ASSIGNMENT
Use the entries below and reproduce exactly the lines from the one containing "d := x.Den()" down to the one containing "for i, x := range", both of them included.

(Records from a data collection)
*** Block opens ***

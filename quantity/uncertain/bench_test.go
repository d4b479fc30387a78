package uncertain_test

import (
	"math/rand/v2"
	"testing"

	"similis.dev/similis/quantity"
	"similis.dev/similis/quantity/uncertain"
)

// rowsU is the benchmark's invented pipe-flow data (4096 rows, as the
// quantity Kernel benchmark): ρ, V, D, μ, ε, L as Quantity and as
// Measured, each input with its own relative source, so a row depends on
// 6 sources.
type rowsU struct {
	q [6][]quantity.Quantity
	m [6][]uncertain.Measured
}

func makeRowsU() rowsU {
	r := rand.New(rand.NewPCG(3, 4))
	dims := [6]quantity.Dim{quantity.Density, quantity.Velocity, quantity.Length, quantity.DynamicViscosity, quantity.Length, quantity.Length}
	lo := [6]float64{700, 0.5, 0.02, 0.4e-3, 1e-6, 1}
	hi := [6]float64{1200, 5, 0.5, 2e-3, 1e-4, 100}
	rel := [6]float64{0.001, 0.005, 0.002, 0.02, 0.3, 0.001}
	set := uncertain.NewSet()
	var ids [6]uncertain.ID
	for k, name := range []string{"ρ", "V", "D", "μ", "ε", "L"} {
		ids[k] = set.MustAdd(uncertain.Source{Name: name, U: quantity.Scalar(rel[k]), Relative: true})
	}
	var p rowsU
	for range 4096 {
		for k := range 6 {
			q := quantity.New(lo[k]+(hi[k]-lo[k])*r.Float64(), dims[k])
			p.q[k] = append(p.q[k], q)
			p.m[k] = append(p.m[k], set.MustMeasure(q, ids[k]))
		}
	}
	return p
}

// kernelQ is the quantity Kernel benchmark's Darcy–Weisbach Δp with the
// Swamee–Jain friction factor, on Quantity.
func kernelQ(p *rowsU) quantity.Quantity {
	sum := quantity.New(0, quantity.Pressure)
	rho, v, d, mu, eps, l := p.q[0], p.q[1], p.q[2], p.q[3], p.q[4], p.q[5]
	for i := range rho {
		re := rho[i].Mul(v[i]).Mul(d[i]).Div(mu[i])
		lg := quantity.Log10(eps[i].Div(d[i]).Scale(1 / 3.7).Add(quantity.Powf(re, 0.9).Inv().Scale(5.74)))
		f := lg.Mul(lg).Inv().Scale(0.25)
		sum = sum.Add(f.Mul(l[i].Div(d[i])).Mul(rho[i]).Mul(v[i]).Mul(v[i]).Scale(0.5))
	}
	return sum
}

// kernelM is kernelQ on Measured: the same formula, first-order
// propagation over the row's 6 sources. It returns Σ u(Δp) as well, so
// each row's uncertainty is formed, not only the sum's.
func kernelM(p *rowsU) (uncertain.Measured, float64) {
	sum := uncertain.Exact(quantity.New(0, quantity.Pressure))
	var su float64
	rho, v, d, mu, eps, l := p.m[0], p.m[1], p.m[2], p.m[3], p.m[4], p.m[5]
	for i := range rho {
		re := rho[i].Mul(v[i]).Mul(d[i]).Div(mu[i])
		lg := uncertain.Log10(eps[i].Div(d[i]).Scale(1 / 3.7).Add(re.Powf(0.9).Inv().Scale(5.74)))
		f := lg.Mul(lg).Inv().Scale(0.25)
		dp := f.Mul(l[i].Div(d[i])).Mul(rho[i]).Mul(v[i]).Mul(v[i]).Scale(0.5)
		su += dp.U().Value()
		sum = sum.Add(dp)
	}
	return sum, su
}

// kernelP is kernelM written with the in-place forms.
func kernelP(p *rowsU) (uncertain.Measured, float64) {
	var sum, re, t, u, lg, f, dp uncertain.Measured
	sum = uncertain.Exact(quantity.New(0, quantity.Pressure))
	var su float64
	rho, v, d, mu, eps, l := p.m[0], p.m[1], p.m[2], p.m[3], p.m[4], p.m[5]
	for i := range rho {
		re.SetMul(&rho[i], &v[i]).SetMul(&re, &d[i]).SetDiv(&re, &mu[i])
		t.SetDiv(&eps[i], &d[i]).SetScale(&t, 1/3.7)
		u.SetPowf(&re, 0.9).SetInv(&u).SetScale(&u, 5.74)
		lg.SetAdd(&t, &u).SetLog10(&lg)
		f.SetMul(&lg, &lg).SetInv(&f).SetScale(&f, 0.25)
		dp.SetDiv(&l[i], &d[i]).SetMul(&dp, &f).SetMul(&dp, &rho[i]).SetMul(&dp, &v[i]).SetMul(&dp, &v[i]).SetScale(&dp, 0.5)
		su += dp.U().Value()
		sum.SetAdd(&sum, &dp)
	}
	return sum, su
}

var (
	sinkQU quantity.Quantity
	sinkMU uncertain.Measured
	sinkFU float64
)

// BenchmarkKernelU compares the Kernel formula on Quantity (value only)
// with first-order propagation on Measured, 6 sources per row.
func BenchmarkKernelU(b *testing.B) {
	p := makeRowsU()
	b.Run("quantity", func(b *testing.B) {
		b.ReportAllocs()
		for b.Loop() {
			sinkQU = kernelQ(&p)
		}
	})
	b.Run("measured", func(b *testing.B) {
		b.ReportAllocs()
		for b.Loop() {
			sinkMU, sinkFU = kernelM(&p)
		}
	})
	b.Run("inplace", func(b *testing.B) {
		b.ReportAllocs()
		for b.Loop() {
			sinkMU, sinkFU = kernelP(&p)
		}
	})
}

// TestKernelU: the Measured kernel's values are the Quantity kernel's,
// and one row's u(Δp) is the root-sum-square of the exponent-weighted
// relative uncertainties in the laminar-free power-law part (checked on
// the formula's ρ and L, which enter Δp linearly: contributions 0.1 % of
// Δp each).
func TestKernelU(t *testing.T) {
	p := makeRowsU()
	m, su := kernelM(&p)
	q := kernelQ(&p)
	if m.Quantity() != q {
		t.Errorf("Measured Σ Δp %v, Quantity %v", m.Quantity(), q)
	}
	mp, sup := kernelP(&p)
	if mp != m || sup != su {
		t.Errorf("in-place forms give %v (Σu %v), value forms %v (Σu %v)", mp, sup, m, su)
	}
	one := rowsU{}
	for k := range 6 {
		one.q[k], one.m[k] = p.q[k][:1], p.m[k][:1]
	}
	dp, _ := kernelM(&one)
	if dp.Terms() != 6 {
		t.Fatalf("Δp depends on %d sources, want 6", dp.Terms())
	}
	for i := range dp.Terms() {
		id, d := dp.Term(i)
		src, err := dp.Set().Source(id)
		if err != nil {
			t.Fatal(err)
		}
		if src.Name == "L" {
			// Δp ∝ L exactly: contribution = 0.1 % of Δp.
			near(t, "L's contribution / Δp", d/dp.Value(), 0.001, 1e-12)
		}
	}
}
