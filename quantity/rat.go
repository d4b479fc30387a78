package quantity

import (
	"fmt"
	"math"
	"math/bits"
	"strconv"
	"strings"

	"similis.dev/similis/internal/exact"
)

// Rat is an exact rational number n/d in lowest terms with d > 0: the
// exponent of a dimension, a Pi group's variable or a scale law's free
// ratio (3/2 in λ_L^(3/2)). Its zero value is 0. It is comparable: two
// Rats are equal exactly when == says so, since every Rat is kept in
// lowest terms.
//
// A Rat's numerator and denominator lie within ±(2⁶³−1): math.MinInt64,
// whose negation an int64 cannot hold, is never stored, so Neg and the
// printers are exact for every Rat. Arithmetic whose result would need it
// reports an error wrapping ErrRange.
type Rat struct {
	n, d int64 // d == 0 stands for 1, so that the zero value is 0
}

// RatInt returns the whole number n as a Rat. The one int64 a Rat cannot
// hold, math.MinInt64, comes back as −(2⁶³−1), the nearest Rat; code that
// takes exponents from outside checks them with NewRat, which refuses it.
func RatInt(n int64) Rat {
	if n == math.MinInt64 {
		n = -math.MaxInt64
	}
	return Rat{n: n, d: 1}.canon()
}

// NewRat returns n/d in lowest terms; a zero denominator is an error
// wrapping ErrRange.
func NewRat(n, d int64) (Rat, error) {
	if d == 0 {
		return Rat{}, &Error{Op: "make", Input: fmt.Sprintf("%d/%d", n, d), Reason: "zero denominator", Class: ErrRange}
	}
	if d == math.MinInt64 || n == math.MinInt64 {
		return Rat{}, &Error{Op: "make", Input: fmt.Sprintf("%d/%d", n, d), Reason: "out of the range of an int64", Class: ErrRange}
	}
	return norm(n, d), nil
}

// MustRat is NewRat for constants written in code; it panics on error.
func MustRat(n, d int64) Rat {
	r, err := NewRat(n, d)
	if err != nil {
		panic(err)
	}
	return r
}

// Num returns the numerator, with the sign of r.
func (r Rat) Num() int64 { return r.n }

// Den returns the denominator, always positive.
func (r Rat) Den() int64 {
	if r.d == 0 {
		return 1
	}
	return r.d
}

// canon stores a denominator of 1 as 0, so that the zero value and every
// whole number have one representation.
func (r Rat) canon() Rat {
	if r.d == 1 || r.n == 0 {
		r.d = 0
	}
	if r.n == 0 {
		r.n = 0
	}
	return r
}

func gcd(a, b int64) int64 { return exact.GCD(a, b) }

func norm(n, d int64) Rat {
	if n == 0 {
		return Rat{}
	}
	if d == 1 {
		return Rat{n: n}
	}
	if d < 0 {
		n, d = -n, -d
	}
	g := gcd(n, d)
	return Rat{n / g, d / g}.canon()
}

func overflow(op string, r, s Rat) error {
	return &Error{Op: op, Input: r.String() + " and " + s.String(), Reason: "the result does not fit in 64-bit fractions", Class: ErrRange}
}

// Add returns r+s, or an error wrapping ErrRange if it does not fit.
func (r Rat) Add(s Rat) (Rat, error) {
	rd, sd := r.Den(), s.Den()
	if rd == 1 && sd == 1 {
		n, ok := exact.Add64(r.n, s.n)
		if !ok || n == math.MinInt64 {
			return Rat{}, overflow("add", r, s)
		}
		return Rat{n: n}.canon(), nil
	}
	g := gcd(rd, sd)
	a, ok1 := exact.Mul64(r.n, sd/g)
	b, ok2 := exact.Mul64(s.n, rd/g)
	d, ok3 := exact.Mul64(rd, sd/g)
	if !ok1 || !ok2 || !ok3 {
		return Rat{}, overflow("add", r, s)
	}
	n, ok := exact.Add64(a, b)
	if !ok || n == math.MinInt64 {
		return Rat{}, overflow("add", r, s)
	}
	return norm(n, d), nil
}

// Sub returns r−s, or an error wrapping ErrRange if it does not fit.
func (r Rat) Sub(s Rat) (Rat, error) { return r.Add(s.Neg()) }

// Mul returns r·s, or an error wrapping ErrRange if it does not fit.
func (r Rat) Mul(s Rat) (Rat, error) {
	if r.n == 0 || s.n == 0 {
		return Rat{}, nil
	}
	if r.Den() == 1 && s.Den() == 1 {
		n, ok := exact.Mul64(r.n, s.n)
		if !ok || n == math.MinInt64 {
			return Rat{}, overflow("multiply", r, s)
		}
		return Rat{n: n}, nil
	}
	g1, g2 := gcd(r.n, s.Den()), gcd(s.n, r.Den())
	n, ok1 := exact.Mul64(r.n/g1, s.n/g2)
	d, ok2 := exact.Mul64(r.Den()/g2, s.Den()/g1)
	if !ok1 || !ok2 || n == math.MinInt64 || d == math.MinInt64 {
		return Rat{}, overflow("multiply", r, s)
	}
	return norm(n, d), nil
}

// Div returns r/s; division by zero, or a result that does not fit, is an
// error wrapping ErrRange.
func (r Rat) Div(s Rat) (Rat, error) {
	if s.n == 0 {
		return Rat{}, &Error{Op: "divide", Input: r.String() + " by 0", Reason: "division by zero", Class: ErrRange}
	}
	return r.Mul(norm(s.Den(), s.n))
}

// Neg returns −r. It is exact for every Rat, since no Rat holds
// math.MinInt64.
func (r Rat) Neg() Rat { return Rat{-r.n, r.d} }

// IsZero reports whether r is 0.
func (r Rat) IsZero() bool { return r.n == 0 }

// IsInt reports whether r is a whole number.
func (r Rat) IsInt() bool { return r.Den() == 1 }

// IsOne reports whether r is 1.
func (r Rat) IsOne() bool { return r.n == 1 && r.Den() == 1 }

// Sign returns −1, 0 or +1.
func (r Rat) Sign() int {
	switch {
	case r.n < 0:
		return -1
	case r.n > 0:
		return 1
	}
	return 0
}

// Cmp compares r and s: −1, 0 or +1.
func (r Rat) Cmp(s Rat) int {
	// n₁/d₁ against n₂/d₂ as n₁·d₂ against n₂·d₁, in 128 bits.
	a1, a0 := mul128(r.n, s.Den())
	b1, b0 := mul128(s.n, r.Den())
	switch {
	case a1 != b1:
		if a1 < b1 {
			return -1
		}
		return 1
	case a0 != b0:
		if a0 < b0 {
			return -1
		}
		return 1
	}
	return 0
}

// mul128 returns the signed 128-bit product a·b (b > 0) as high (signed)
// and low words.
func mul128(a, b int64) (int64, uint64) {
	hi, lo := bits.Mul64(exact.Uabs(a), uint64(b))
	if a < 0 {
		lo = ^lo + 1
		hi = ^hi
		if lo == 0 {
			hi++
		}
	}
	return int64(hi), lo
}

// Float returns r as the nearest float64.
func (r Rat) Float() float64 { return float64(r.n) / float64(r.Den()) }

// String returns "n" or "n/d": "3/2", "-1".
func (r Rat) String() string {
	if r.Den() == 1 {
		return strconv.FormatInt(r.n, 10)
	}
	return strconv.FormatInt(r.n, 10) + "/" + strconv.FormatInt(r.Den(), 10)
}

// AppendText appends r as String writes it. It implements
// encoding.TextAppender.
func (r Rat) AppendText(b []byte) ([]byte, error) { return append(b, r.String()...), nil }

// MarshalText encodes r as String writes it.
func (r Rat) MarshalText() ([]byte, error) { return r.AppendText(nil) }

// UnmarshalText decodes text ParseRat reads.
func (r *Rat) UnmarshalText(b []byte) error {
	x, err := ParseRat(string(b))
	if err != nil {
		return err
	}
	*r = x
	return nil
}

// ParseRat reads "n" or "n/d" (an optional sign, decimal digits, no
// spaces) and returns it in lowest terms: "6/4" is 3/2. It reports a
// *Error of class ErrParse for anything else.
func ParseRat(s string) (Rat, error) {
	bad := func(reason string) (Rat, error) {
		in := s
		if len(in) > 64 {
			in = in[:64] + "…"
		}
		return Rat{}, parseError(in, 0, reason)
	}
	if len(s) > 41 {
		return bad("too long for an exact exponent")
	}
	ns, ds, frac := strings.Cut(s, "/")
	n, err := strconv.ParseInt(ns, 10, 64)
	if err != nil || ns == "" || ns[0] == '+' && len(ns) > 1 && ns[1] == '-' {
		return bad("not a whole number over a whole number")
	}
	d := int64(1)
	if frac {
		if d, err = strconv.ParseInt(ds, 10, 64); err != nil || ds[0] == '+' || ds[0] == '-' {
			return bad("the denominator is not a positive whole number")
		}
	}
	r, err := NewRat(n, d)
	if err != nil {
		return bad("zero denominator or out of range")
	}
	return r, nil
}

// Exponent returns the exponent of base b in d as an exact rational
// (1/2 for the L of L^(1/2)); 0 for a base d does not carry.
func (d Dim) Exponent(b Base) Rat {
	if b >= NumBases {
		return Rat{}
	}
	return norm(int64(d.lane(b)), expDen)
}

// Coprime scales the exponent vector v by a positive rational so that its
// entries are coprime integers, writes the result to dst (which must have
// v's length and may be v itself) and returns the factor used: {1/2,
// −1/3, 0} becomes {3, −2, 0} with factor 6. It reports an error wrapping
// ErrRange if the result does not fit in int64 fractions, and a
// *Error of class ErrInvalid if dst is shorter than v.
func Coprime(dst, v []Rat) (Rat, error) {
	if len(dst) < len(v) {
		return Rat{}, lengthError("scale to integers into", len(dst), len(v))
	}
	l := int64(1)
	for _, x := range v {
		d := x.Den()
		var ok bool
		if l, ok = exact.Mul64(l, d/gcd(l, d)); !ok {
			return Rat{}, &Error{Op: "scale to integers", Input: fmt.Sprint(v), Reason: "the common denominator does not fit in an int64", Class: ErrRange}
		}
	}
	g := int64(0)
	for i, x := range v {
		n, ok := exact.Mul64(x.n, l/x.Den())
		if !ok || n == math.MinInt64 {
			return Rat{}, &Error{Op: "scale to integers", Input: fmt.Sprint(v), Reason: "a scaled exponent does not fit in an int64", Class: ErrRange}
		}
		dst[i] = Rat{n: n}
		g = gcd(g, n)
	}
	if g > 1 {
		for i := range dst[:len(v)] {
			dst[i] = Rat{n: dst[i].n / g}
		}
	}
	if g == 0 {
		g = 1
	}
	return norm(l, g), nil
}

*** Block closes ***

ANSWER
		d := x.Den()
		var ok bool
		if l, ok = exact.Mul64(l, d/gcd(l, d)); !ok {
			return Rat{}, &Error{Op: "scale to integers", Input: fmt.Sprint(v), Reason: "the common denominator does not fit in an int64", Class: ErrRange}
		}
	}
	g := int64(0)
	for i, x := range v {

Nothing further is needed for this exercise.